Write out, from the entries below, exactly the lines that run between the lines holding "it('is a straight" and "the designer's plan", inclusive, and stop there.

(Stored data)
---

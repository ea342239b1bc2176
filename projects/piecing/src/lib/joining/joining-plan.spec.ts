import { describe, expect, it } from 'vitest';
import { buildGardenGate, buildOrchardWheel } from '../demo/index';
import type { PatternDocument, Point } from '../document/pattern-schema';
import { matchingMarks } from '../fabrication/matching-marks/index';
import { expandRingRepeat } from '../geometry/index';
import { withRingEdgesAsCurves } from './follow-ring-edges';
import { checkJoiningPlan, defaultJoiningPlan, resolveJoiningPlan } from './index';
import { documentOf, notchedU, squareGrid, straightSection, threeRhombi } from './joining-test-patterns';

const dist = (a: Point, b: Point) => Math.hypot(a.x - b.x, a.y - b.y);

describe('defaultJoiningPlan and resolveJoiningPlan: Orchard Wheel', () => {
  const doc = buildOrchardWheel();
  const resolved = resolveJoiningPlan(doc);

  it('joins the copies of every ring repeat into a ring first, with one join per copy (the last closing the ring)', () => {
    const plan = defaultJoiningPlan(doc);
    expect(plan.steps.slice(0, 4)).toEqual([
      { id: 'ring-star', kind: 'ring', sectionId: 'star', press: 'clockwise' },
      { id: 'ring-stripe-band', kind: 'ring', sectionId: 'stripe-band', press: 'clockwise' },
      { id: 'ring-points', kind: 'ring', sectionId: 'points', press: 'clockwise' },
      { id: 'ring-corner', kind: 'ring', sectionId: 'corner', press: 'clockwise' },
    ]);
    const rings = resolved.steps.filter((s) => s.kind === 'ring');
    expect(rings.map((s) => [s.label, s.ringCount, s.seam.paths.length])).toEqual([
      ['Join the 8 copies of A into a ring', 8, 8],
      ['Join the 8 copies of B into a ring', 8, 8],
      ['Join the 16 copies of C into a ring', 16, 16],
      ['Join the 4 copies of D into a ring', 4, 4],
    ]);
    // The seams between neighbouring copies are radial: 5 in. in the star (its radius), 3 in. across
    // each band (8 − 5, 11 − 8), and 2 in. between corners (13 − 11, half the 26 in. block less the radius).
    expect(rings.map((s) => s.seam.lengthIn)).toEqual([40, 24, 48, 8].map((v) => expect.closeTo(v, 6)));
    expect(rings.every((s) => s.seam.kind === 'straight')).toBe(true);
  });

  it('then joins the rings from the centre outward, each onto the unit grown so far, into one final unit', () => {
    const joins = resolved.steps.filter((s) => s.kind === 'join');
    expect(joins.map((s) => s.label)).toEqual(['Join the A ring to the B ring', 'Join unit 5 (A, B) to the C ring', 'Join unit 6 (A, B, C) to the D ring']);
    expect(joins.map((s) => s.partA.id)).toEqual(['ring-star', 'join-1', 'join-2']);
    expect(joins.at(-1)!.result.sectionIds).toEqual(['star', 'stripe-band', 'points', 'corner']);
    expect(resolved.problems).toEqual([]);
    expect(resolved.isDefault).toBe(true);
  });

  it('sews each ring onto the unit inside it along one closed circle', () => {
    const joins = resolved.steps.filter((s) => s.kind === 'join');
    joins.forEach((step, k) => {
      const radius = [5, 8, 11][k];
      expect(step.seam.kind).toBe('curved');
      expect(step.seam.paths).toHaveLength(1);
      const path = step.seam.paths[0];
      expect(path[0]).toBe(path.at(-1));
      for (const p of path) expect(Math.abs(dist(p, { x: 13, y: 13 }) - radius)).toBeLessThan(0.0021);
      // Circumference 2πr (standard mathematical tables, CRC); the chords are shorter than the arc by
      // less than the flattening allows.
      expect(step.seam.lengthIn).toBeLessThan(2 * Math.PI * radius);
      expect(step.seam.lengthIn).toBeGreaterThan(2 * Math.PI * radius * 0.9995);
    });
  });

  it('gives each curved join matching marks that coincide on both parts to 0.001 in., the corners against the points ring included', () => {
    const marks = matchingMarks(withRingEdgesAsCurves(doc));
    const markPoints = (sectionIds: string[]) =>
      marks.filter((s) => sectionIds.includes(s.sectionId)).flatMap((s) => s.instances.flatMap((i) => i.marks.filter((m) => m.kind === 'spacing').map((m) => m.point)));
    for (const step of resolved.steps.filter((s) => s.seam.kind === 'curved')) {
      expect(step.marks.length).toBeGreaterThan(0);
      const sideA = markPoints(step.partA.sectionIds);
      const sideB = markPoints(step.partB.sectionIds);
      for (const m of step.marks) {
        expect(Math.min(...sideA.map((p) => dist(p, m)))).toBeLessThanOrEqual(0.001);
        expect(Math.min(...sideB.map((p) => dist(p, m)))).toBeLessThanOrEqual(0.001);
        // and on the seam itself
        const path = step.seam.paths[0];
        expect(Math.min(...path.map((p) => dist(p, m)))).toBeLessThan(0.5);
      }
    }
    const cornerJoin = resolved.steps.find((s) => s.partB.id === 'ring-corner')!;
    // r = 11: 2π·11 ≈ 69.1 in. / 2 in. ≈ 35 steps, the nearest multiple of the 16-fold points ring is 32.
    expect(cornerJoin.marks).toHaveLength(32);
  });

  it('marks the corners only because their polyline edge is read as the curve it follows', () => {
    const raw = matchingMarks(doc).find((s) => s.sectionId === 'corner')!;
    expect(raw.instances.every((i) => i.marks.length === 0)).toBe(true);
    const followed = matchingMarks(withRingEdgesAsCurves(doc)).find((s) => s.sectionId === 'corner')!;
    expect(followed.instances.every((i) => i.marks.filter((m) => m.kind === 'spacing').length === 8)).toBe(true);
  });
});

describe('defaultJoiningPlan: Garden Gate', () => {
  const doc = buildGardenGate();

  it('is a straight plan from the middle section out: the gate, then the roof, then the path', () => {
    expect(defaultJoiningPlan(doc).steps).toEqual([
      { id: 'join-1', kind: 'join', a: 'gate', b: 'roof', press: 'a' },
      { id: 'join-2', kind: 'join', a: 'join-1', b: 'path', press: 'a' },
    ]);
    const resolved = resolveJoiningPlan(doc);
    expect(resolved.problems).toEqual([]);
    expect(resolved.steps.map((s) => s.label)).toEqual(['Join B to A', 'Join unit 1 (A, B) to C']);
    for (const [step, y] of resolved.steps.map((s, i) => [s, [3, 5.5][i]] as const)) {
      expect(step.seam.kind).toBe('straight');
      expect(step.seam.paths).toHaveLength(1);
      expect(step.seam.lengthIn).toBeCloseTo(8, 9);
      expect(step.seam.paths[0].every((p) => Math.abs(p.y - y) < 1e-9)).toBe(true);
      expect(step.marks).toEqual([]);
    }
    expect(resolved.steps[1].result.sectionIds).toEqual(['roof', 'gate', 'path']);
    expect(resolved.steps[0].press).toEqual({ toward: 'gate' });
    expect(resolved.steps[0].pressLabel).toBe('Press the seam toward B');
  });

  it("uses the designer's plan when there is one, with its pressing", () => {
    const withPlan: PatternDocument = {
      ...doc,
      joiningPlan: {
        steps: [
          { id: 'top', kind: 'join', a: 'roof', b: 'gate', press: 'b' },
          { id: 'all', kind: 'join', a: 'top', b: 'path', press: 'open' },
        ],
      },
    };
    const resolved = resolveJoiningPlan(withPlan);
    expect(resolved.isDefault).toBe(false);
    expect(resolved.problems).toEqual([]);
    expect(resolved.steps.map((s) => [s.label, s.press, s.pressLabel])).toEqual([
      ['Join A to B', { toward: 'gate' }, 'Press the seam toward B'],
      ['Join unit 1 (A, B) to C', { open: true }, 'Press the seam open'],
    ]);
  });
});

describe('defaultJoiningPlan: blocks of squares', () => {
  it.each([3, 4, 5])('joins a square grid of square sections, %i to a side, without an inset, into one unit', (n) => {
    const doc = squareGrid(n);
    const resolved = resolveJoiningPlan(doc);
    expect(resolved.problems).toEqual([]);
    // n² sections take n² − 1 joins, every one a single straight seam.
    expect(resolved.steps).toHaveLength(n * n - 1);
    expect(resolved.steps.every((s) => s.seam.kind === 'straight' && s.seam.paths.length === 1)).toBe(true);
    expect(resolved.steps.at(-1)!.result.sectionIds).toHaveLength(n * n);
  });
});

describe('checkJoiningPlan', () => {
  it('reports an inset where the third rhombus must be sewn into the corner of the other two', () => {
    const doc = threeRhombi();
    const problems = checkJoiningPlan(doc, {
      steps: [
        { id: 'xy', kind: 'join', a: 'x', b: 'y', press: 'a' },
        { id: 'all', kind: 'join', a: 'xy', b: 'z', press: 'a' },
      ],
    });
    expect(problems).toHaveLength(1);
    expect(problems[0]).toMatchObject({ stepId: 'all', kind: 'inset' });
    expect(problems[0].message).toBe('Step 2: unit 1 (X, Y) and Z meet along an edge that turns a corner, so joining them needs an inset (Y) seam, pivoting at (4, 4).');
    expect(dist(problems[0].point!, { x: 4, y: 4 })).toBeLessThan(0.01);
  });

  it('reports an inset where a part meets a unit along two separate stretches of edge', () => {
    const doc = notchedU();
    const problems = checkJoiningPlan(doc, {
      steps: [
        { id: 'lw', kind: 'join', a: 'l', b: 'w', press: 'a' },
        { id: 'u', kind: 'join', a: 'lw', b: 'rt', press: 'a' },
        { id: 'uz', kind: 'join', a: 'u', b: 'z', press: 'a' },
        { id: 'all', kind: 'join', a: 'uz', b: 'v', press: 'a' },
      ],
    });
    const inset = problems.find((p) => p.stepId === 'uz')!;
    expect(inset.kind).toBe('inset');
    expect(inset.message).toContain('unit 2 (L, W, R) and Z meet along 2 separate stretches of edge');
    // The pivot is an end of one stretch (x = 1 or x = 2, y = 0 or 2).
    expect([1, 2]).toContain(Math.round(inset.point!.x * 1000) / 1000);
    expect([0, 2]).toContain(Math.round(inset.point!.y * 1000) / 1000);
    // V, sewn last into the pocket left between Z and the U, turns two corners: another inset.
    expect(problems.map((p) => [p.stepId, p.kind])).toEqual([
      ['uz', 'inset'],
      ['all', 'inset'],
    ]);
  });

  it('accepts a plan that joins the same U without insets', () => {
    const doc = notchedU();
    const plan = {
      steps: [
        { id: 'zv', kind: 'join' as const, a: 'z', b: 'v', press: 'a' as const },
        { id: 'lzv', kind: 'join' as const, a: 'l', b: 'zv', press: 'a' as const },
        { id: 'top', kind: 'join' as const, a: 'lzv', b: 'rt', press: 'a' as const },
        { id: 'all', kind: 'join' as const, a: 'top', b: 'w', press: 'a' as const },
      ],
    };
    expect(checkJoiningPlan(doc, plan)).toEqual([]);
    // and the default plan finds a plan without insets too
    expect(resolveJoiningPlan(doc).problems).toEqual([]);
  });

  it('names missing sections, unknown and reused parts and parts that do not touch', () => {
    const doc = buildGardenGate();
    const problems = checkJoiningPlan(doc, {
      steps: [
        { id: 'j1', kind: 'join', a: 'roof', b: 'chimney', press: 'a' },
        { id: 'j2', kind: 'join', a: 'roof', b: 'path', press: 'a' },
        { id: 'j3', kind: 'join', a: 'j2', b: 'j2', press: 'a' },
        { id: 'j4', kind: 'ring', sectionId: 'gate', press: 'open' },
      ],
    });
    expect(problems.map((p) => [p.stepId, p.kind, p.message])).toEqual([
      ['j1', 'unknown-part', 'Step 1: "chimney" is neither a section nor an earlier step.'],
      ['j2', 'reused-part', 'Step 2: A was already joined in step 1.'],
      // Step 2 could not use A, so its unit holds C alone.
      ['j3', 'reused-part', 'Step 3: it joins unit 2 (C) to itself.'],
      ['j4', 'unknown-part', 'Step 4: B has no ring repeat, so it has no copies to join into a ring.'],
      [null, 'missing-section', 'A is never joined to the rest of the block (B).'],
      [null, 'missing-section', 'C is never joined to the rest of the block (B).'],
    ]);
  });

  it('reports two parts that do not touch, with the gap between them', () => {
    const doc = buildGardenGate();
    const problems = checkJoiningPlan(doc, {
      steps: [
        { id: 'j1', kind: 'join', a: 'roof', b: 'path', press: 'a' },
        { id: 'j2', kind: 'join', a: 'j1', b: 'gate', press: 'a' },
      ],
    });
    expect(problems[0]).toMatchObject({ stepId: 'j1', kind: 'not-touching', point: { x: 8, y: 4.25 } });
    expect(problems[0].message).toBe('Step 1: A and C do not touch (nearest 2.50 in. apart near (8, 4.25)), so there is no seam to join them along.');
    // B then meets the A–C "unit" along its top and its bottom: two stretches, an inset.
    expect(problems.slice(1).map((p) => [p.stepId, p.kind])).toEqual([['j2', 'inset']]);
  });

  it('asks for the ring step of a ring repeat and reports copies never joined', () => {
    const doc = buildOrchardWheel();
    const problems = checkJoiningPlan(doc, { steps: [{ id: 'j1', kind: 'join', a: 'star', b: 'stripe-band', press: 'open' }] });
    expect(problems[0]).toMatchObject({ stepId: 'j1', kind: 'unknown-part', message: 'Step 1: A is a ring repeat: join its copies into a ring first, then join the ring.' });
    expect(problems.filter((p) => p.kind === 'missing-section').map((p) => p.message)).toEqual([
      'The 8 copies of A are never joined into a ring, so A is not in the block.',
      'The 8 copies of B are never joined into a ring, so B is not in the block.',
      'The 16 copies of C are never joined into a ring, so C is not in the block.',
      'The 4 copies of D are never joined into a ring, so D is not in the block.',
    ]);
  });

  it('reports a curved seam without matching marks', () => {
    // Two wedges of one circle (the same centre and radius) joined along their straight radius are fine;
    // an arc section sewn onto a wedge of another radius does not touch; a straight section whose
    // polyline edge follows a circle nobody else has gets no marks.
    const bowl = straightSection('bowl', 'A', [
      { x: 0, y: 4 },
      ...Array.from({ length: 9 }, (_, k) => ({ x: 4 - 4 * Math.cos((k * Math.PI) / 8), y: 4 + 4 * Math.sin((k * Math.PI) / 8) })),
    ]);
    const lid = straightSection('lid', 'B', [
      ...Array.from({ length: 9 }, (_, k) => ({ x: 4 - 4 * Math.cos((k * Math.PI) / 8), y: 4 + 4 * Math.sin((k * Math.PI) / 8) })),
      { x: 8, y: 8 },
      { x: 0, y: 8 },
    ]);
    const problems = checkJoiningPlan(documentOf([bowl, lid]), { steps: [{ id: 'j', kind: 'join', a: 'bowl', b: 'lid', press: 'a' }] });
    expect(problems).toEqual([{ stepId: 'j', kind: 'marks-mismatch', message: 'Step 1: the curved seam between A and B has no matching marks.', point: expect.any(Object) }]);
  });

  it('sees every ring-repeat copy: the copies of the star ring share their radii', () => {
    const doc = buildOrchardWheel();
    const copies = expandRingRepeat(doc.sections[0]);
    expect(copies.map((c) => c.id)).toEqual(['star', 'star_r2', 'star_r3', 'star_r4', 'star_r5', 'star_r6', 'star_r7', 'star_r8']);
    expect(checkJoiningPlan({ ...doc, sections: [doc.sections[0]] }, { steps: [{ id: 'r', kind: 'ring', sectionId: 'star', press: 'anticlockwise' }] })).toEqual([]);
  });
});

---

### TASK SOLUTION
  it('is a straight plan from the middle section out: the gate, then the roof, then the path', () => {
    expect(defaultJoiningPlan(doc).steps).toEqual([
      { id: 'join-1', kind: 'join', a: 'gate', b: 'roof', press: 'a' },
      { id: 'join-2', kind: 'join', a: 'join-1', b: 'path', press: 'a' },
    ]);
    const resolved = resolveJoiningPlan(doc);
    expect(resolved.problems).toEqual([]);
    expect(resolved.steps.map((s) => s.label)).toEqual(['Join B to A', 'Join unit 1 (A, B) to C']);
    for (const [step, y] of resolved.steps.map((s, i) => [s, [3, 5.5][i]] as const)) {
      expect(step.seam.kind).toBe('straight');
      expect(step.seam.paths).toHaveLength(1);
      expect(step.seam.lengthIn).toBeCloseTo(8, 9);
      expect(step.seam.paths[0].every((p) => Math.abs(p.y - y) < 1e-9)).toBe(true);
      expect(step.marks).toEqual([]);
    }
    expect(resolved.steps[1].result.sectionIds).toEqual(['roof', 'gate', 'path']);
    expect(resolved.steps[0].press).toEqual({ toward: 'gate' });
    expect(resolved.steps[0].pressLabel).toBe('Press the seam toward B');
  });

  it("uses the designer's plan when there is one, with its pressing", () => {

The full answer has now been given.